> **What needs to be done**: Return every line from the one with "const okB = dist(rel.p2, toB)" through the one with "const reliefs = new Map<number, Relief>();", inclusive, exactly as it appears below.

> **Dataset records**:
━━━━━━━━━━

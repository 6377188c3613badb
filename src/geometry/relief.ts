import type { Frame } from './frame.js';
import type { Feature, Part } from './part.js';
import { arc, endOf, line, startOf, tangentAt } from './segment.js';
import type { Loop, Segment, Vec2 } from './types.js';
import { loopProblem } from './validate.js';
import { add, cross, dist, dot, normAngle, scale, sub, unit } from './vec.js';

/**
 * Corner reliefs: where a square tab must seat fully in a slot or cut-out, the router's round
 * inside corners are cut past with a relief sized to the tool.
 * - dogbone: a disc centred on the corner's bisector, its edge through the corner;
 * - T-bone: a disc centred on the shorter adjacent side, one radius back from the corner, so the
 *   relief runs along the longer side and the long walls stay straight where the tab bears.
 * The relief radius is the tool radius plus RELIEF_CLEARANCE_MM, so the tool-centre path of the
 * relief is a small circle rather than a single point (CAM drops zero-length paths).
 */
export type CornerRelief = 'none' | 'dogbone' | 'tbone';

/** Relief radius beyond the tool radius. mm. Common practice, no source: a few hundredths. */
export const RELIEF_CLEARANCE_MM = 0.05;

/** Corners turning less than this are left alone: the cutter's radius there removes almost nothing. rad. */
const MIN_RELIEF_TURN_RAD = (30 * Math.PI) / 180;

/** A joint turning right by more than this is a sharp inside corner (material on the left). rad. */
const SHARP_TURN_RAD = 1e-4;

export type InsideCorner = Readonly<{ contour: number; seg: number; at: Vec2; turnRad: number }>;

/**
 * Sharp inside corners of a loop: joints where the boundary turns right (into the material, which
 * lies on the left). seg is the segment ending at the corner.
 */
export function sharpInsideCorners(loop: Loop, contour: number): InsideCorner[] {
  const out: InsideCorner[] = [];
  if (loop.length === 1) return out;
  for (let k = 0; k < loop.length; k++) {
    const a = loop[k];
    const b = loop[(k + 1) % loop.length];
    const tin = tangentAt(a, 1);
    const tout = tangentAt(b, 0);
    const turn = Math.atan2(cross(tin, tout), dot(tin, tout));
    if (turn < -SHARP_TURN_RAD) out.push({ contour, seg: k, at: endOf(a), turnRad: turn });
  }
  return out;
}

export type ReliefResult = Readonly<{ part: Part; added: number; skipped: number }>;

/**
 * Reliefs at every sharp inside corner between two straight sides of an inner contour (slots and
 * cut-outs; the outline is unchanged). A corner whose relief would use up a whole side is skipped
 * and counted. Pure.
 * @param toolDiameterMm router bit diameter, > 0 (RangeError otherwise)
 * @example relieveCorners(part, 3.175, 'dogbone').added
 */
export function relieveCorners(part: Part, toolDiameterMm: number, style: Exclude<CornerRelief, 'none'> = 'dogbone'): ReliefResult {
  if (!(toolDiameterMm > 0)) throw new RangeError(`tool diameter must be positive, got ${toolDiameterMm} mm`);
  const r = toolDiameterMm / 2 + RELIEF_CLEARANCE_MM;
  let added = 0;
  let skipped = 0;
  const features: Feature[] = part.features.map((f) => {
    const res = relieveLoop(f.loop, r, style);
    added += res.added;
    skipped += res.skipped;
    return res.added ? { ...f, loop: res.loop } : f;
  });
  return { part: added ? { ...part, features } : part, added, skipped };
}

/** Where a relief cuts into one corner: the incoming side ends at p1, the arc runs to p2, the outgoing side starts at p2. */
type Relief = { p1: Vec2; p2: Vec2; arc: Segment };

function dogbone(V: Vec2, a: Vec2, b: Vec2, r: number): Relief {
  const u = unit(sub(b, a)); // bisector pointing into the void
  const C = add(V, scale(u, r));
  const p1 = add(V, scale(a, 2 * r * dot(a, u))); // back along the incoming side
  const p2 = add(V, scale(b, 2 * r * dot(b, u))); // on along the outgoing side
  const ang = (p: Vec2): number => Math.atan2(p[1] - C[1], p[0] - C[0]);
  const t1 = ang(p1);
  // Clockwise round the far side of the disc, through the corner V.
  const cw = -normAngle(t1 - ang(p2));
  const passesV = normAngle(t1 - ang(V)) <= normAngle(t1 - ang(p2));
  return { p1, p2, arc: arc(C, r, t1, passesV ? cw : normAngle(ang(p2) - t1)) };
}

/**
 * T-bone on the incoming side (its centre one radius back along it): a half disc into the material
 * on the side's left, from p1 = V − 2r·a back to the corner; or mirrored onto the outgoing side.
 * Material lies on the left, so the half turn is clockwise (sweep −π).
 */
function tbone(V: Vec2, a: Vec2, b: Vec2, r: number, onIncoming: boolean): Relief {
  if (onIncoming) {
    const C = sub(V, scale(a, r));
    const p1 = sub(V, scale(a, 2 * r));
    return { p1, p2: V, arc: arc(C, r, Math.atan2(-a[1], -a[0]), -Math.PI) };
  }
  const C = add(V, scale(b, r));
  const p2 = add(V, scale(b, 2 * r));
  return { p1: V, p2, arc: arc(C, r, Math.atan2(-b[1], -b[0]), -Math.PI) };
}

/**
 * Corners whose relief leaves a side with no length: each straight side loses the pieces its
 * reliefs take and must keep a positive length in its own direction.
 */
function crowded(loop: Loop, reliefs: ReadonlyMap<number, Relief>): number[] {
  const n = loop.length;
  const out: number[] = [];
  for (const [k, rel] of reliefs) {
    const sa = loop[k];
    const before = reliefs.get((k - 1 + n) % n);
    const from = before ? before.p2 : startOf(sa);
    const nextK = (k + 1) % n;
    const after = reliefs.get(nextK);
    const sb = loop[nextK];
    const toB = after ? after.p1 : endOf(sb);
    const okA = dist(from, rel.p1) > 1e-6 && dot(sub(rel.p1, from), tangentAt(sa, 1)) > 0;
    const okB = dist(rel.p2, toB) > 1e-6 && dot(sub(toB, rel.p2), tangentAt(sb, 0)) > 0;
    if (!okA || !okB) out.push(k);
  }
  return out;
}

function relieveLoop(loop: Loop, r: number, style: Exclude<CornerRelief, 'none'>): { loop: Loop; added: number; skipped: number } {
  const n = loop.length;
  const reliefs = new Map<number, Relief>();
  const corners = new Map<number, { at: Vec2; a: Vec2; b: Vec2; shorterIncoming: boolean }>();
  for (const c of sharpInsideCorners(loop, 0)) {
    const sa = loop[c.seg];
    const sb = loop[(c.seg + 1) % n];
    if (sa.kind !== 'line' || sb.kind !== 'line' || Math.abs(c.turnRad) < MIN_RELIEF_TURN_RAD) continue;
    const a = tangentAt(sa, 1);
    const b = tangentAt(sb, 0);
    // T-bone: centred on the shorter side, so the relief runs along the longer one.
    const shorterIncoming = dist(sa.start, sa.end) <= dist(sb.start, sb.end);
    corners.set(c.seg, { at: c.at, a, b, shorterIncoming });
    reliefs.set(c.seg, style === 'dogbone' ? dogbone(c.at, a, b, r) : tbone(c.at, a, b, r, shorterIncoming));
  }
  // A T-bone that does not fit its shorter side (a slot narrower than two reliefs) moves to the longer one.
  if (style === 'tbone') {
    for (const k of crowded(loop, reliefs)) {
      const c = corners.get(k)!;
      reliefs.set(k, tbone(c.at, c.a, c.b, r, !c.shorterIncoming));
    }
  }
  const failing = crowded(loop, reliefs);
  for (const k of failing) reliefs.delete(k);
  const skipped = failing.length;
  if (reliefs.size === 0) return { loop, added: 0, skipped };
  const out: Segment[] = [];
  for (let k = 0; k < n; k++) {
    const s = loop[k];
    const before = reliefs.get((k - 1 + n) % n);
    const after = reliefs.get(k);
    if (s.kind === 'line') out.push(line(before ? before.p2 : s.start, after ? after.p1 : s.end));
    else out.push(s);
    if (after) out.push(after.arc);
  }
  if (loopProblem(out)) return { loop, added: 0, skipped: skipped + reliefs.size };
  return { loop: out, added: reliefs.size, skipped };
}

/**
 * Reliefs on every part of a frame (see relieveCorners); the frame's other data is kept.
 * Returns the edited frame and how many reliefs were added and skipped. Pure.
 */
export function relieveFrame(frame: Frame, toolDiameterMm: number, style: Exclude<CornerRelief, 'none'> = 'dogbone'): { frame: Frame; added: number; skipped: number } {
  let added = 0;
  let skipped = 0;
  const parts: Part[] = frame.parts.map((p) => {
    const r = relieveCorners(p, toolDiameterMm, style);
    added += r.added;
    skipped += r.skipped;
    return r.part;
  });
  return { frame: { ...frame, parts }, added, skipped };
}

━━━━━━━━━━

> **Written solution**:
    const okB = dist(rel.p2, toB) > 1e-6 && dot(sub(toB, rel.p2), tangentAt(sb, 0)) > 0;
    if (!okA || !okB) out.push(k);
  }
  return out;
}

function relieveLoop(loop: Loop, r: number, style: Exclude<CornerRelief, 'none'>): { loop: Loop; added: number; skipped: number } {
  const n = loop.length;
  const reliefs = new Map<number, Relief>();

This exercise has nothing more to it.